• WHAT TO DO: The output should be all lines of the entries below in which the word "optional" occurs.

• INPUT FOR THIS TASK:
// Where a device is reached, as written in the range file: `tcp://host:port` or
// `serial:///dev/ttyACM0?baud=115200`. Opens nothing.
import { isIPv4, isIPv6 } from 'node:net';
import type { LinkAddress } from './range-file.ts';

export const linkExpectation = 'a link such as tcp://192.168.1.20:5025 or serial:///dev/ttyACM0?baud=115200';

const usualBaud = 115_200;
const baudRange = { least: 300, most: 4_000_000 };

export type ParsedLink = { kind: 'link'; link: LinkAddress } | { kind: 'refused'; advice?: string };

const hostName =
  /^(?=.{1,253}$)[A-Za-z0-9]([A-Za-z0-9-]*[A-Za-z0-9])?(\.[A-Za-z0-9]([A-Za-z0-9-]*[A-Za-z0-9])?)*\.?$/;

/** `tcp://host:port`, an IPv6 address in brackets; `serial://PATH`, `?baud=N` where it is not 115200. */
export function parseLink(text: string): ParsedLink {
  return /^serial:/i.test(text) ? parseSerial(text) : parseTcp(text);
}

/** Two links to one device: it could not tell whose question it answers. */
export function isSameDevice(a: LinkAddress, b: LinkAddress): boolean {
  if (a.kind === 'tcp') return b.kind === 'tcp' && a.host === b.host && a.port === b.port;
  return b.kind === 'serial' && a.path === b.path;
}

function parseSerial(text: string): ParsedLink {
  const match = /^serial:\/\/([^?#]*)(?:\?baud=([^&#]*))?$/.exec(text);
  if (!match) return refused('a serial link is serial:// and the device file, then ?baud=N where needed');
  const [, path = '', written] = match;
  if (!/^\/[\x21-\x7e]+$|^COM\d+$/.test(path))
    return refused('the device file is a full path such as /dev/ttyACM0');
  const baud = written === undefined ? usualBaud : Number(written);
  const isRate = /^\d{3,7}$/.test(written ?? '115200') && baud >= baudRange.least && baud <= baudRange.most;
  if (!isRate) return refused(`baud is a whole number from ${baudRange.least} to ${baudRange.most}`);
  return { kind: 'link', link: { kind: 'serial', path, baud } };
}

function parseTcp(text: string): ParsedLink {
  const match = /^tcp:\/\/(?:\[([^\]]*)\]|([^:/[\]]*))(?::([^:]*))?$/.exec(text);
  if (!match) {
    const tooManyColons = /^tcp:\/\/[0-9A-Fa-f:]+$/.test(text);
    return refused(tooManyColons ? 'an IPv6 address stands in brackets: tcp://[::1]:5025' : undefined);
  }
  const [, bracketed, plain = '', port] = match;
  if (port === undefined) return refused('the port is missing');
  if (!/^\d{1,5}$/.test(port) || Number(port) < 1 || Number(port) > 65_535) {
    return refused('ports are whole numbers from 1 to 65535');
  }
  if (bracketed !== undefined) {
    if (!isIPv6(bracketed)) return refused('brackets hold an IPv6 address');
    return { kind: 'link', link: { kind: 'tcp', host: bracketed, port: Number(port) } };
  }
  const looksNumeric = /^[\d.]+$/.test(plain);
  if (looksNumeric ? !isIPv4(plain) : !hostName.test(plain)) return refused('the host is no name or address');
  return { kind: 'link', link: { kind: 'tcp', host: plain, port: Number(port) } };
}

function refused(advice: string | undefined): ParsedLink {
  return advice === undefined ? { kind: 'refused' } : { kind: 'refused', advice };
}
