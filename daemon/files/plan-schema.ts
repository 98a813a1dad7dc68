// The shape of a plan field by field; what fields demand of each other is in parse-plan.ts.
import { z } from 'zod';
import { axisName, choice, keys, type Limits, list, name, quantity, refuse, wholeNumber } from './fields.ts';

const frequency: Limits = { above: 0, to: 1e12, says: 'above 0 Hz and up to 1000 GHz' };
const patternAngle: Limits = { from: -360, to: 360, says: 'from -360 to 360 deg' };

/** A cut of a full turn in steps of 0.01 deg has as many samples, and one more. */
export const mostSteps = 36_000;

const cut = keys({
  name: name('the name of the cut', 60),
  axis: axisName(),
  plane: choice(['E', 'H', 'other']),
  from: quantity('angle', patternAngle),
  to: quantity('angle', patternAngle),
  step: quantity('angle', { above: 0, to: 360, says: 'above 0 and up to 360 deg' }),
  at: z
    .record(axisName(), quantity('angle', patternAngle), {
      error: 'a mapping of the other axes to angles, such as { elevation: 0 deg }',
    })
    .prefault({}),
  autRoll: quantity('angle', patternAngle).prefault('0 deg'),
  component: choice(['co', 'cross']).prefault('co'),
});

const tolerated: Limits = { above: 0, to: 60, says: 'above 0 and up to 60 dB' };

export const planSchema = keys({
  antenna: keys({
    name: name('the name of the antenna'),
    revision: name('a revision', 40),
    size: quantity('length', { above: 0, to: 100, says: 'above 0 m and up to 100 m' }).optional(),
    expectedGain: quantity('gain', { from: -60, to: 60, says: 'from -60 to 60 dBi' }).optional(),
  }),
  kind: choice(['pattern', 'reference']),
  band: keys({
    from: quantity('frequency', frequency),
    to: quantity('frequency', frequency),
    points: wholeNumber(2, 20_001),
  }),
  markers: list(quantity('frequency', frequency), 'a list of frequencies such as [868 MHz]').prefault([]),
  analyzer: keys({
    ifBandwidth: quantity('frequency', { above: 0, to: 1e8, says: 'above 0 Hz and up to 100 MHz' }),
    power: quantity('power', { from: -120, to: 30, says: 'from -120 to 30 dBm' }),
    averages: wholeNumber(1, 10_000).prefault('1'),
  }),
  gainReference: gainReference().optional(),
  cuts: list(cut, 'a list of cuts').prefault([]),
  ties: keys({ every: wholeNumber(1, 100_000).prefault('60') }).prefault({}),
  checks: keys({
    closure: quantity('ratio', tolerated).prefault('0.2 dB'),
    drift: quantity('ratio', tolerated).prefault('0.5 dB'),
  }).prefault({}),
}).meta({ title: 'Nightcut plan' });

export type PlanText = z.output<typeof planSchema>;

function gainReference() {
  const expectation = 'latest, none or the number of a reference run';
  return z
    .string({ error: expectation })
    .transform((text, context): 'latest' | 'none' | number => {
      if (text === 'latest' || text === 'none') return text;
      if (/^[1-9]\d{0,8}$/.test(text)) return Number(text);
      refuse(context, expectation);
      return z.NEVER;
    })
    .meta({ type: ['string', 'integer'], description: expectation });
}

• SOLUTION TO THIS PROBLEM:
    size: quantity('length', { above: 0, to: 100, says: 'above 0 m and up to 100 m' }).optional(),
    expectedGain: quantity('gain', { from: -60, to: 60, says: 'from -60 to 60 dBi' }).optional(),
  gainReference: gainReference().optional(),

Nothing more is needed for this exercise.